→ **Dataset extract**
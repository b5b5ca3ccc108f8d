import { jobProgressSchema } from '@contracts/ingest';
import type { JobProgress } from '@contracts/ingest';
import { queryOptions, useQuery, useQueryClient } from '@tanstack/react-query';
import { useEffect } from 'react';
import { api } from '@/lib/api-client';
import { targetKeys } from './keys';

export const isPhotoZJobFinished = (job: JobProgress) => job.state === 'done' || job.state === 'failed' || job.state === 'cancelled';

/** The photo-z job of a large catalogue import, asked for once a second until it ends. */
export const getPhotoZJobQueryOptions = (jobId: number) =>
  queryOptions({
    queryKey: [...targetKeys.all(), 'photo-z-job', jobId] as const,
    queryFn: ({ signal }) => api.get(`/api/jobs/${jobId}`, jobProgressSchema, signal),
    refetchInterval: (query) => (query.state.data && isPhotoZJobFinished(query.state.data) ? false : 1000),
  });

/** Follows the job; when it ends, the campaign's target lists are refetched (they now carry the fits). */
export function usePhotoZJob(campaignId: number, jobId: number) {
  const queryClient = useQueryClient();
  const job = useQuery(getPhotoZJobQueryOptions(jobId));
  const finished = job.data ? isPhotoZJobFinished(job.data) : false;
  useEffect(() => {
    if (finished) void queryClient.invalidateQueries({ queryKey: targetKeys.lists(campaignId) });
  }, [finished, campaignId, queryClient]);
  return job;
}
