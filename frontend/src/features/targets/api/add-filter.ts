import { filterInfoSchema } from '@contracts/targets';
import type { FilterInfo } from '@contracts/targets';
import { useMutation, useQueryClient } from '@tanstack/react-query';
import { sendForm } from '@/lib/send-form';
import { getFiltersQueryOptions } from './get-filters';

export interface FilterCurveInput {
  name: string;
  file: File;
}

/** Adds the campaign's own filter curve (two columns: Å, transmission); the server validates it line by line. */
export function addFilter(campaignId: number, { name, file }: FilterCurveInput): Promise<FilterInfo> {
  const form = new FormData();
  form.append('name', name);
  form.append('files', file, file.name);
  return sendForm(`/api/campaigns/${campaignId}/filters`, form, { schema: filterInfoSchema });
}

export function useAddFilter(campaignId: number) {
  const queryClient = useQueryClient();
  return useMutation({
    mutationFn: (input: FilterCurveInput) => addFilter(campaignId, input),
    onSuccess: () => queryClient.invalidateQueries({ queryKey: getFiltersQueryOptions(campaignId).queryKey }),
  });
}
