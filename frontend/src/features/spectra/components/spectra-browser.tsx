import type { ReactNode } from 'react';
import { PastLastPage } from '@/components/ui/past-last-page';
import { EmptyState } from '@/components/ui/empty-state';
import { Loading } from '@/components/ui/loading';
import { ErrorNotice } from '@/components/ui/notice';
import { Pager } from '@/components/ui/pager';
import { formatCount } from '@/lib/format';
import { useSpectra } from '../api/get-spectra';
import { useLinkSpectrum } from '../api/link-spectrum';
import { useSpectraQuery } from '../hooks/use-spectra-query';
import type { LinkOption } from './link-target-cell';
import { SpectraFilters } from './spectra-filters';
import { SpectraTable } from './spectra-table';

const PAGE_SIZES = [25, 50, 100, 200] as const;

interface Props {
  campaignId: number;
  /** Given to leads only: the targets an unlinked spectrum can be linked to. */
  linkOptions?: LinkOption[] | undefined;
  onLinked?: () => void;
  /** Shown when the campaign has no spectra at all (for a lead, where to upload). */
  emptyHint?: ReactNode;
}

/** Filters, the server-paged table and the pager, all driven by the URL. */
export function SpectraBrowser({ campaignId, linkOptions, onLinked, emptyHint }: Props) {
  const { query, update } = useSpectraQuery();
  const spectra = useSpectra(campaignId, query);
  const link = useLinkSpectrum(campaignId, onLinked);
  const filtered = Boolean(query.q || query.class || query.linked);

  const body = () => {
    if (spectra.isPending) return <Loading label="Loading spectra…" />;
    if (spectra.isError) return <ErrorNotice error={spectra.error} title="Spectra could not be loaded" />;
    const { rows, total } = spectra.data;
    if (total === 0 && !filtered) return <EmptyState title="No spectra yet — upload a zip of FITS or text files">{emptyHint}</EmptyState>;
    if (rows.length === 0 && total > 0) {
      return <PastLastPage page={query.page} onFirstPage={() => update({ page: 1 })} />;
    }
    if (rows.length === 0) return <EmptyState title="No spectrum matches these filters." />;
    return (
      <SpectraTable
        rows={rows}
        total={total}
        query={query}
        onQuery={update}
        linkOptions={linkOptions}
        onLink={(spectrumId, targetId) => link.mutateAsync({ spectrumId, targetId })}
      />
    );
  };

  const total = spectra.data?.total ?? 0;
  return (
    <div className="flex flex-col gap-4" aria-busy={spectra.isFetching || undefined}>
      <SpectraFilters query={query} onChange={update} />
      {spectra.data ? (
        <p role="status" className="text-sm text-ink-600">
          <span className="num">{formatCount(total)}</span> {total === 1 ? 'spectrum' : 'spectra'}
          {filtered ? (total === 1 ? ' matches' : ' match') : ''}
        </p>
      ) : null}
      {body()}
      {total > 0 ? (
        <Pager
          page={query.page}
          pageCount={Math.ceil(total / query.pageSize)}
          pageSize={query.pageSize}
          pageSizes={PAGE_SIZES}
          onPage={(page) => update({ page })}
          onPageSize={(pageSize) => update({ pageSize })}
        />
      ) : null}
    </div>
  );
}
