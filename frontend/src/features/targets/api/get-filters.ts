import { filterListSchema } from '@contracts/targets';
import type { FilterInfo } from '@contracts/targets';
import { queryOptions, useQuery } from '@tanstack/react-query';
import { api } from '@/lib/api-client';
import { targetKeys } from './keys';

export async function getFilters(campaignId: number, signal?: AbortSignal): Promise<FilterInfo[]> {
  const { filters } = await api.get(`/api/campaigns/${campaignId}/filters`, filterListSchema, signal);
  return filters;
}

export const getFiltersQueryOptions = (campaignId: number) =>
  queryOptions({ queryKey: targetKeys.filters(campaignId), queryFn: ({ signal }) => getFilters(campaignId, signal), staleTime: 60_000 });

export const useFilters = (campaignId: number) => useQuery(getFiltersQueryOptions(campaignId));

→ **Task details**
From the data above, copy out every line with the string "useLinkSpectrum" in it.

→ **Answer space**
import { useLinkSpectrum } from '../api/link-spectrum';
  const link = useLinkSpectrum(campaignId, onLinked);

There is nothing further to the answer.